» What you need to do: Print the data below exactly, but only the lines from the one containing "padding=(0, 1, 0, 0))" down to the one containing "t.add_row(s.id if first", inclusive.

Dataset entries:
┄┄┄┄┄┄┄┄┄┄┄┄┄┄┄┄┄┄┄┄

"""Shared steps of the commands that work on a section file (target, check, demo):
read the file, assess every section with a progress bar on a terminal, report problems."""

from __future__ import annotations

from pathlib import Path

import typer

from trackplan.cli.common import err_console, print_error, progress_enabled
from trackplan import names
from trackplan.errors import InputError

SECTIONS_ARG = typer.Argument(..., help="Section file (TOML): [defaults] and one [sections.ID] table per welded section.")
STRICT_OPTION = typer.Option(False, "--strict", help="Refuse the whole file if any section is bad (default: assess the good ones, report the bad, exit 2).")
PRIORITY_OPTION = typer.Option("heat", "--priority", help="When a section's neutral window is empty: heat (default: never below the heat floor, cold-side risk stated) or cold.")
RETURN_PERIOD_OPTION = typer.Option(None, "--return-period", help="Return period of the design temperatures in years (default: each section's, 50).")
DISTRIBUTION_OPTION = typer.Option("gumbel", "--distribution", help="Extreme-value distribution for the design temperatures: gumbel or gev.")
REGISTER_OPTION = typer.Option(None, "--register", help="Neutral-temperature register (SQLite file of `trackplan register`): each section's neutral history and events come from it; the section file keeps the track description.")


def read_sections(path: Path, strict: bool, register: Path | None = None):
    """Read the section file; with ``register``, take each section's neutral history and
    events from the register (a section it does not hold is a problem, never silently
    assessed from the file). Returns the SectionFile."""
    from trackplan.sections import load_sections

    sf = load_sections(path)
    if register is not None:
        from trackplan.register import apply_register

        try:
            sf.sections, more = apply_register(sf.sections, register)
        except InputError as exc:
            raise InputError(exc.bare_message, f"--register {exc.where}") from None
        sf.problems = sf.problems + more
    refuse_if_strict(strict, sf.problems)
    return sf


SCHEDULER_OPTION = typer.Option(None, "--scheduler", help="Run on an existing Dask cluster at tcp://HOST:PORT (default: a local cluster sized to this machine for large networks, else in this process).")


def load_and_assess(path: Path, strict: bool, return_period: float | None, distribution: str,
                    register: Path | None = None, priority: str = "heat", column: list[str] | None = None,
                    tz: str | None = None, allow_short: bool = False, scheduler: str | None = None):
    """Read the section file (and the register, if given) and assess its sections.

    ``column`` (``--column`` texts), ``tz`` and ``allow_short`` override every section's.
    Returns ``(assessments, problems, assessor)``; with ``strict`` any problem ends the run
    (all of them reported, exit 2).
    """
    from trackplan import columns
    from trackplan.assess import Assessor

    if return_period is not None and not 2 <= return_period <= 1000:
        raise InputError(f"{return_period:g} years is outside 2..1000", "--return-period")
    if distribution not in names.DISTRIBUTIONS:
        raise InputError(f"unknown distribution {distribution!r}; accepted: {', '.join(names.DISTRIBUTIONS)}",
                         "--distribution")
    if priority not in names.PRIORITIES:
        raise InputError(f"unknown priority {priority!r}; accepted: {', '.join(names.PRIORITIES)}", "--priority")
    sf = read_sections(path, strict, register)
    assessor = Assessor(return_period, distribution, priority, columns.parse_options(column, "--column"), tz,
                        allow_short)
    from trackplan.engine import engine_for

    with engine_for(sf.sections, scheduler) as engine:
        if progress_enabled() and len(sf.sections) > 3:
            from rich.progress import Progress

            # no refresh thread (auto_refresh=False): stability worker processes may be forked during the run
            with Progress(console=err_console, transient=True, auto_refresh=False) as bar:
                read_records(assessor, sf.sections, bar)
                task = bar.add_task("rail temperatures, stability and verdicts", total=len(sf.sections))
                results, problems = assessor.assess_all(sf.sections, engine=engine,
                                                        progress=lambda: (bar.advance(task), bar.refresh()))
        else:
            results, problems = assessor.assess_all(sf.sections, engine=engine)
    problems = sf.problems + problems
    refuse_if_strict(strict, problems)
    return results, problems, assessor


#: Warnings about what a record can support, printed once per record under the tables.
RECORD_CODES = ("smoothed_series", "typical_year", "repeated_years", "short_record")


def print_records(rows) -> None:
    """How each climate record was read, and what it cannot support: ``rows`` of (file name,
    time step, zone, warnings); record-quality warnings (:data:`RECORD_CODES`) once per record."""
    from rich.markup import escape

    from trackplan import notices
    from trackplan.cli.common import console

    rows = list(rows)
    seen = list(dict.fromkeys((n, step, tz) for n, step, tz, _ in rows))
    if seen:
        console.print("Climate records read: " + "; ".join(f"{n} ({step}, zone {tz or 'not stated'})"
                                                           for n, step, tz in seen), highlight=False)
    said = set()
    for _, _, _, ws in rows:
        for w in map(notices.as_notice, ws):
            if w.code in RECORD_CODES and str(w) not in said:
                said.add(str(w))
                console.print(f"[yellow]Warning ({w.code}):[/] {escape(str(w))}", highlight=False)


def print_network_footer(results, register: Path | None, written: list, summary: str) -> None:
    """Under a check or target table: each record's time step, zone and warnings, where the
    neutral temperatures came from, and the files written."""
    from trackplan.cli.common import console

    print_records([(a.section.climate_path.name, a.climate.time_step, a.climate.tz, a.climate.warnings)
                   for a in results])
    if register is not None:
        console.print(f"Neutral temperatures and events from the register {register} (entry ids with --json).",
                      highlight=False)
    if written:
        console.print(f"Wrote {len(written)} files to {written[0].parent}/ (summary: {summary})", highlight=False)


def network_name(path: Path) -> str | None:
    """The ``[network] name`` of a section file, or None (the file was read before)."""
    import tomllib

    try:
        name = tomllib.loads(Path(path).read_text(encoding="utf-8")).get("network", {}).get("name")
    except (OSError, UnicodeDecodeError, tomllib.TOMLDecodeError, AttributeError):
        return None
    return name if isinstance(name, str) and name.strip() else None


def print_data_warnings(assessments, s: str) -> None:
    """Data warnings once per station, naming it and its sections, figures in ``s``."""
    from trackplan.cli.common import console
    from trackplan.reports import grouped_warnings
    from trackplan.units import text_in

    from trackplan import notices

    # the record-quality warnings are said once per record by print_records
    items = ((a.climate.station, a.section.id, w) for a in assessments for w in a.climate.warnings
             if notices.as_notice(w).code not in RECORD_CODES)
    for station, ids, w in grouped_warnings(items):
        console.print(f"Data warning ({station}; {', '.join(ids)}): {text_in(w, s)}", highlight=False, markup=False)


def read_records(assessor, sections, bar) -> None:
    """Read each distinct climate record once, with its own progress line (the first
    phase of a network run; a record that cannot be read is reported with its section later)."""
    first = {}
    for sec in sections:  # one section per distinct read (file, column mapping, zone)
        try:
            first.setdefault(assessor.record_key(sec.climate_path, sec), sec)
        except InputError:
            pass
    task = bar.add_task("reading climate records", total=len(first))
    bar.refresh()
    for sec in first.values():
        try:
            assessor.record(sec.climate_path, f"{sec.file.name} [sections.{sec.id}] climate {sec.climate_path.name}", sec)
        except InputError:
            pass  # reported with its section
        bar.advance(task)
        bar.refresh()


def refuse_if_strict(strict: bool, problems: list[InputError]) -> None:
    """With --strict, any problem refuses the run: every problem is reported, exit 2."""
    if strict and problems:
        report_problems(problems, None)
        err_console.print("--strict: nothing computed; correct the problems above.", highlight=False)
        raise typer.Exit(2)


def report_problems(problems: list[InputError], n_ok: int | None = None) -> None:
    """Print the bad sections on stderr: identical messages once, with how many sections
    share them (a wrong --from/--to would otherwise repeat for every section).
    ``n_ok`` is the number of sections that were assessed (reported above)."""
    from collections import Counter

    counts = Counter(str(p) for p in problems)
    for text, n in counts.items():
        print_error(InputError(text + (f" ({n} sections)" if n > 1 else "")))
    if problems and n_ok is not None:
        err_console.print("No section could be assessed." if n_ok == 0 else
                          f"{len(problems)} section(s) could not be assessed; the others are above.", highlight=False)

┄┄┄┄┄┄┄┄┄┄┄┄┄┄┄┄┄┄┄┄

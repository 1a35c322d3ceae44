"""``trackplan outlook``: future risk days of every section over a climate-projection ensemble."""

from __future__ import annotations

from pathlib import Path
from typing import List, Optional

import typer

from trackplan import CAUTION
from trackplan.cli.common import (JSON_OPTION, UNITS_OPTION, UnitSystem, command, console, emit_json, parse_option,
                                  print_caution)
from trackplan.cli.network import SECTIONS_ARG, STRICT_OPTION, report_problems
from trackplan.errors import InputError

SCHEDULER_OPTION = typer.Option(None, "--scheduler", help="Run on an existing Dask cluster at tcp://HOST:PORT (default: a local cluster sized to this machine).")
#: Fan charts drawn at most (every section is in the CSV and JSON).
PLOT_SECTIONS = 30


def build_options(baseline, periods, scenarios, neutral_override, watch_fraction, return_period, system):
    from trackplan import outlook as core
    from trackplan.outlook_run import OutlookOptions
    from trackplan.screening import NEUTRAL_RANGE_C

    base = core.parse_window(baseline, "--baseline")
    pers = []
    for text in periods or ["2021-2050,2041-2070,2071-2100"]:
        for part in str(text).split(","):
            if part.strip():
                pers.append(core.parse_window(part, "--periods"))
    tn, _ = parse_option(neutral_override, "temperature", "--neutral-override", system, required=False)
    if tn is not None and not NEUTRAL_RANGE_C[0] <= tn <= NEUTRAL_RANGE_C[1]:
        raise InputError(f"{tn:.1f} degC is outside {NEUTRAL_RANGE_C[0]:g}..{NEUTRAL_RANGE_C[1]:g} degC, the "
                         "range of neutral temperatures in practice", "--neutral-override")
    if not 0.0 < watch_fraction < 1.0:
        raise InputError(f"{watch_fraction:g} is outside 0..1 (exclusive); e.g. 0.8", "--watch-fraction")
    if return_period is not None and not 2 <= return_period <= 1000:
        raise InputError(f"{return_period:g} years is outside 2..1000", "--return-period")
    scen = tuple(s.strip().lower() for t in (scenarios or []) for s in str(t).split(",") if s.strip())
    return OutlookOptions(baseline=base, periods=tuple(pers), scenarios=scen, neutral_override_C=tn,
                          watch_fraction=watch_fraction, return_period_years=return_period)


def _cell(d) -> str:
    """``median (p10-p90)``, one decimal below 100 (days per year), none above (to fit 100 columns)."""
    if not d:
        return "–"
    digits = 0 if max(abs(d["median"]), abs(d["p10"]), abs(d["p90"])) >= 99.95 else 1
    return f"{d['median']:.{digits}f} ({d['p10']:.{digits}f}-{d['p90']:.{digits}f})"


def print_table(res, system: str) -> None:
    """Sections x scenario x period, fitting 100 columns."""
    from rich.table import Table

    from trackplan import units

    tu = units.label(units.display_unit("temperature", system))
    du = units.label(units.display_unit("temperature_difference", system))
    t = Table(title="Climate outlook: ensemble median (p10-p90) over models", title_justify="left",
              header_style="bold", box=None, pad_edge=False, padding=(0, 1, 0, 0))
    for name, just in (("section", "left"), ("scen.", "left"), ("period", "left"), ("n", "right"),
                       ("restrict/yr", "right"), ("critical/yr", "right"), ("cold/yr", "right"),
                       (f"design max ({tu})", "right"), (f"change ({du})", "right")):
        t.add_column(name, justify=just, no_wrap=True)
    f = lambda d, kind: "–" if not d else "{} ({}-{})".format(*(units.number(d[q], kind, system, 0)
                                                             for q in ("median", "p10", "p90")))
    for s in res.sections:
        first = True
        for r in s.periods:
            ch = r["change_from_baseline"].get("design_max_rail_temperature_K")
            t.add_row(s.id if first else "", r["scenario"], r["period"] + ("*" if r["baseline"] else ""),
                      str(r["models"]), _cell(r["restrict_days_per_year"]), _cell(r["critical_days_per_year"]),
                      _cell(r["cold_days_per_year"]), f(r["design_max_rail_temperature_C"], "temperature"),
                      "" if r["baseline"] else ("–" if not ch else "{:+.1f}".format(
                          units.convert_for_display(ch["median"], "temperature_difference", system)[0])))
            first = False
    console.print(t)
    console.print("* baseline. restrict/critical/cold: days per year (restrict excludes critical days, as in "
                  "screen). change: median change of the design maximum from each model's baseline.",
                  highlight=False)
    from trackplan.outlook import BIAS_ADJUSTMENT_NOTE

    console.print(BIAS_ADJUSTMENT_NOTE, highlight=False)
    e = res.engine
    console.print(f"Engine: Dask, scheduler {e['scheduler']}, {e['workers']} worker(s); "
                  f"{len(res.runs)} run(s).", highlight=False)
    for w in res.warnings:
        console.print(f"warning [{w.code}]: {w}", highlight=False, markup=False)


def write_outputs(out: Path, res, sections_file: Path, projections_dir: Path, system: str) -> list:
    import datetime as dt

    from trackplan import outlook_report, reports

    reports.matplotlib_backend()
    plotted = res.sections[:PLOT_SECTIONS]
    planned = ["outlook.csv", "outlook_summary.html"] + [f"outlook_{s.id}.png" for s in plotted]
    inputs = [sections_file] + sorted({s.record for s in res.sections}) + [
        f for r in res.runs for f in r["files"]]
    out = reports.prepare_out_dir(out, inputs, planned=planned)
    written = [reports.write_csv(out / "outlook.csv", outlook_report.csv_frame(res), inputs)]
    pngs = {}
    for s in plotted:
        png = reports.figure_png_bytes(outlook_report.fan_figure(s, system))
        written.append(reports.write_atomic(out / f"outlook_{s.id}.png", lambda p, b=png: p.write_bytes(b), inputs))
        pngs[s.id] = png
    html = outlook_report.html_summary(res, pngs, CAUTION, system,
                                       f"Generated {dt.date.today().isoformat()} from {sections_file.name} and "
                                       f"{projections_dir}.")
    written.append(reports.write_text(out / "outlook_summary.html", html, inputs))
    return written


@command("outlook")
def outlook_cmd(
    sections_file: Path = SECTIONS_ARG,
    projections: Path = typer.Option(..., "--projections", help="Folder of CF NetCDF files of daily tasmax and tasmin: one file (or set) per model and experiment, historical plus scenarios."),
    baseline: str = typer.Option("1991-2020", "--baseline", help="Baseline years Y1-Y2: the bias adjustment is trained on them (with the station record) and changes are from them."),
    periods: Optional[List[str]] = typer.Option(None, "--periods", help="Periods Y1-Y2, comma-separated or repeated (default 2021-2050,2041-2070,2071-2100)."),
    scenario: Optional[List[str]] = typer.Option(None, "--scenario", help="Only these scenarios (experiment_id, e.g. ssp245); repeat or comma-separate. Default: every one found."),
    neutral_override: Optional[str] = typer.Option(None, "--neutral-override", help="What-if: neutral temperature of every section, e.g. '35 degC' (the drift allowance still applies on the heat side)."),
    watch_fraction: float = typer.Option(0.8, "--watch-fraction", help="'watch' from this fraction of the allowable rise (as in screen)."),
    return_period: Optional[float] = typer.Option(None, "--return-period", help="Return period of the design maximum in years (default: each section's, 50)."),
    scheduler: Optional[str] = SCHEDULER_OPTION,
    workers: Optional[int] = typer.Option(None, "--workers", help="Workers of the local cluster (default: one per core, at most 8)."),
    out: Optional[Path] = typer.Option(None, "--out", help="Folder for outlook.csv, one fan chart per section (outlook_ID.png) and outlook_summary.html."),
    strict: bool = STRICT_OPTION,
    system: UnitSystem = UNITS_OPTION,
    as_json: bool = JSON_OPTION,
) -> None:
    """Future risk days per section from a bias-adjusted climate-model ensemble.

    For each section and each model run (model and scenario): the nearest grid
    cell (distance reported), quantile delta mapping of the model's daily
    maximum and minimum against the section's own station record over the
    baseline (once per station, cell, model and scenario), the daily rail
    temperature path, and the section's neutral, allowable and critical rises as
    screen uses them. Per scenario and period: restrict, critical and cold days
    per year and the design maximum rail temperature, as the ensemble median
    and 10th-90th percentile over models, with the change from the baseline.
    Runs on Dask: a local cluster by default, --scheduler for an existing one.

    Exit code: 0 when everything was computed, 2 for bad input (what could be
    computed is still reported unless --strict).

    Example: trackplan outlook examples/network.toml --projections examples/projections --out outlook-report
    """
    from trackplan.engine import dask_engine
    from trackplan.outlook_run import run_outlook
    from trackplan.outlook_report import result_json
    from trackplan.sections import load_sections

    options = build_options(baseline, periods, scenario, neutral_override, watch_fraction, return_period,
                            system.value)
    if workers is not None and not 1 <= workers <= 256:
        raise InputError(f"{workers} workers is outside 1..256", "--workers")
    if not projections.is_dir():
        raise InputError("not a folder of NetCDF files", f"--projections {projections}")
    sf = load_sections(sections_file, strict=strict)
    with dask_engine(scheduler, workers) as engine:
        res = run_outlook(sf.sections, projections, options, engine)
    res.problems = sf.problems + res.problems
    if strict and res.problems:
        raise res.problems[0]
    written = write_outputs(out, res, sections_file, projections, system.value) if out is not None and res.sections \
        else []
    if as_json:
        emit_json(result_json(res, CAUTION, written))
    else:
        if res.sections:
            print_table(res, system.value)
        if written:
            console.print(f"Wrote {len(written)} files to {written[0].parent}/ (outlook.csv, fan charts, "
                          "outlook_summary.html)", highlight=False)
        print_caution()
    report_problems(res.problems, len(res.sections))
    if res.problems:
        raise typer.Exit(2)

┄┄┄┄┄┄┄┄┄┄┄┄┄┄┄┄┄┄┄┄

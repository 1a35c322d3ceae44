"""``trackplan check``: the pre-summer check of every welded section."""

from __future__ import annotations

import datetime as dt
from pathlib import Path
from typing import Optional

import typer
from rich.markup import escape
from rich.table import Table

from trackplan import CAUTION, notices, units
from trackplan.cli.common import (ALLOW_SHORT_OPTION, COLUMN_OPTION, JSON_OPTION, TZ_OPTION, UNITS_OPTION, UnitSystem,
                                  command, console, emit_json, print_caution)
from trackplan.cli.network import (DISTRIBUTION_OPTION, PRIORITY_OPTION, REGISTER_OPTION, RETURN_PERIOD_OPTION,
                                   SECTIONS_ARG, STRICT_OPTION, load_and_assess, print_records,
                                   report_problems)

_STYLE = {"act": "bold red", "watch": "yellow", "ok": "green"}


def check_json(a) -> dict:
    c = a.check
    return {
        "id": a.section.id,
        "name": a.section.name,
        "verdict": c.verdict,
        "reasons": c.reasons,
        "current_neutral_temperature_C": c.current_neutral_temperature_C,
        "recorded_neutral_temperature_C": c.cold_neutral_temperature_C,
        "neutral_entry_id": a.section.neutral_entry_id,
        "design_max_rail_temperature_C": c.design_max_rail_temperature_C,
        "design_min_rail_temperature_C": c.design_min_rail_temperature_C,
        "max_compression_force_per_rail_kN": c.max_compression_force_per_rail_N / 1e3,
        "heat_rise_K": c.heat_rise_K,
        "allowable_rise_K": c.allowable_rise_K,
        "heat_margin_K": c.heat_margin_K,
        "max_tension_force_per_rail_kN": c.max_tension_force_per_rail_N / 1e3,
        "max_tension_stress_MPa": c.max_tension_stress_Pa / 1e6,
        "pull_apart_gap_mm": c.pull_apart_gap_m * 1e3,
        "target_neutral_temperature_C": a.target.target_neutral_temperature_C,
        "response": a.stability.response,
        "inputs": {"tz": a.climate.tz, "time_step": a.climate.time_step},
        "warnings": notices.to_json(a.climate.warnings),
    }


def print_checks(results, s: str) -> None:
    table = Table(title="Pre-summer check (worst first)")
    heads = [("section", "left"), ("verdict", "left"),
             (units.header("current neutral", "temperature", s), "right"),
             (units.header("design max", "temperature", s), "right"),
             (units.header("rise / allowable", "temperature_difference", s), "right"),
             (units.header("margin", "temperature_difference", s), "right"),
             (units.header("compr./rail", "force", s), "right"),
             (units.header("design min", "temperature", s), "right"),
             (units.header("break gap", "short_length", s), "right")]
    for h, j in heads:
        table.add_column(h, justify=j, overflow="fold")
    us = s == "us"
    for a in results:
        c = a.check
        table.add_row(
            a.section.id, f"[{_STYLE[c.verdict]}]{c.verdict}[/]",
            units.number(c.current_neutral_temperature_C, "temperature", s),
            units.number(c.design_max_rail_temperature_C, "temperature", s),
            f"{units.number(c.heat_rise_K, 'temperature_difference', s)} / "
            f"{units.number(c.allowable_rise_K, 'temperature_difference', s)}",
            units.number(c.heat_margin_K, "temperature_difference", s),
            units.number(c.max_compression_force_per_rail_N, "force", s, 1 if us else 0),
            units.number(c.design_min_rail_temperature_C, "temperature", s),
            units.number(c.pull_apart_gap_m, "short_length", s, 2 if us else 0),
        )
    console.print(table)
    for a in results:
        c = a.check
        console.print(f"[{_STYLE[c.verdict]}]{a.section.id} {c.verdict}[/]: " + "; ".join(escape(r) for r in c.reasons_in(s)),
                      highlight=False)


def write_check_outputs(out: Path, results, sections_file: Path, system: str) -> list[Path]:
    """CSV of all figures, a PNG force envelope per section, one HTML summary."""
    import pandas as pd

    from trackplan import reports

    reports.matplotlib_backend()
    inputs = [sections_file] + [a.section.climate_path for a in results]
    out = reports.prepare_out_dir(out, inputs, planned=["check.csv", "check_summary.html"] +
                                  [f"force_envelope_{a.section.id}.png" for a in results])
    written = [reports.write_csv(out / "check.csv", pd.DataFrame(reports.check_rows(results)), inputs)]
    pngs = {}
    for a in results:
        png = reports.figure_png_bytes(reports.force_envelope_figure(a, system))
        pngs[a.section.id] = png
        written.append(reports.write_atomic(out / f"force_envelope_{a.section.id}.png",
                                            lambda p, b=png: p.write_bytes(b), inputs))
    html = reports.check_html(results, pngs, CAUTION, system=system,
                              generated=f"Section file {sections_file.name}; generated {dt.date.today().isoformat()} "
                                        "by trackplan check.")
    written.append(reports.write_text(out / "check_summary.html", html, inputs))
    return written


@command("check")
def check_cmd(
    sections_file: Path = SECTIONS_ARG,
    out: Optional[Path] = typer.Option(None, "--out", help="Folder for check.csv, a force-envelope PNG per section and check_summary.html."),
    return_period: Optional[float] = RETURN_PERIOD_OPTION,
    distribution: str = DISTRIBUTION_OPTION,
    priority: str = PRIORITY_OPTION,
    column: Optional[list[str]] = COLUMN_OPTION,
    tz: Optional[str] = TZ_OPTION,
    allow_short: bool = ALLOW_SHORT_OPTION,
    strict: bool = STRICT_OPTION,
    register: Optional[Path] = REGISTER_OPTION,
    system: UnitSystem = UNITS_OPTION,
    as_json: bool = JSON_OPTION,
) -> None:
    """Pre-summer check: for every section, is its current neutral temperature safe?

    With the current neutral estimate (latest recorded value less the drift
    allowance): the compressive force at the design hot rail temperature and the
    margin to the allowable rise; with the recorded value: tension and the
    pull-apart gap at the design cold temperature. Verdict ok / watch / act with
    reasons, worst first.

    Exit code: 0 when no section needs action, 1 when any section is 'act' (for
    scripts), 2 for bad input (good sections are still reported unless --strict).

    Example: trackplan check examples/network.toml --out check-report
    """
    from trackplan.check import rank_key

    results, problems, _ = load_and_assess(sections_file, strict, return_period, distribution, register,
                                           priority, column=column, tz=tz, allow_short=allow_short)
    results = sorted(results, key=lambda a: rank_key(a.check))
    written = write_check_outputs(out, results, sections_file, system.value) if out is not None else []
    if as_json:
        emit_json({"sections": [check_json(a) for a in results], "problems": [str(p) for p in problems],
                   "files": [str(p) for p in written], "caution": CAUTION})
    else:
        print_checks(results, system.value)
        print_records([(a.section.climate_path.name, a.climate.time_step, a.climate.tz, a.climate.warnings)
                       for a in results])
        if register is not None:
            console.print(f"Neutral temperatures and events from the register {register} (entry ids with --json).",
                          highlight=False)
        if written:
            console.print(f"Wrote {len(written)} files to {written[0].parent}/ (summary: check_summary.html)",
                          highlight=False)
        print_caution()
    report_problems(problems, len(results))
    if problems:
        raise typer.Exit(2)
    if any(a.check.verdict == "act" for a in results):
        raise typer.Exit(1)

┄┄┄┄┄┄┄┄┄┄┄┄┄┄┄┄┄┄┄┄

» The answer:
              header_style="bold", box=None, pad_edge=False, padding=(0, 1, 0, 0))
    for name, just in (("section", "left"), ("scen.", "left"), ("period", "left"), ("n", "right"),
                       ("restrict/yr", "right"), ("critical/yr", "right"), ("cold/yr", "right"),
                       (f"design max ({tu})", "right"), (f"change ({du})", "right")):
        t.add_column(name, justify=just, no_wrap=True)
    f = lambda d, kind: "–" if not d else "{} ({}-{})".format(*(units.number(d[q], kind, system, 0)
                                                             for q in ("median", "p10", "p90")))
    for s in res.sections:
        first = True
        for r in s.periods:
            ch = r["change_from_baseline"].get("design_max_rail_temperature_K")
            t.add_row(s.id if first else "", r["scenario"], r["period"] + ("*" if r["baseline"] else ""),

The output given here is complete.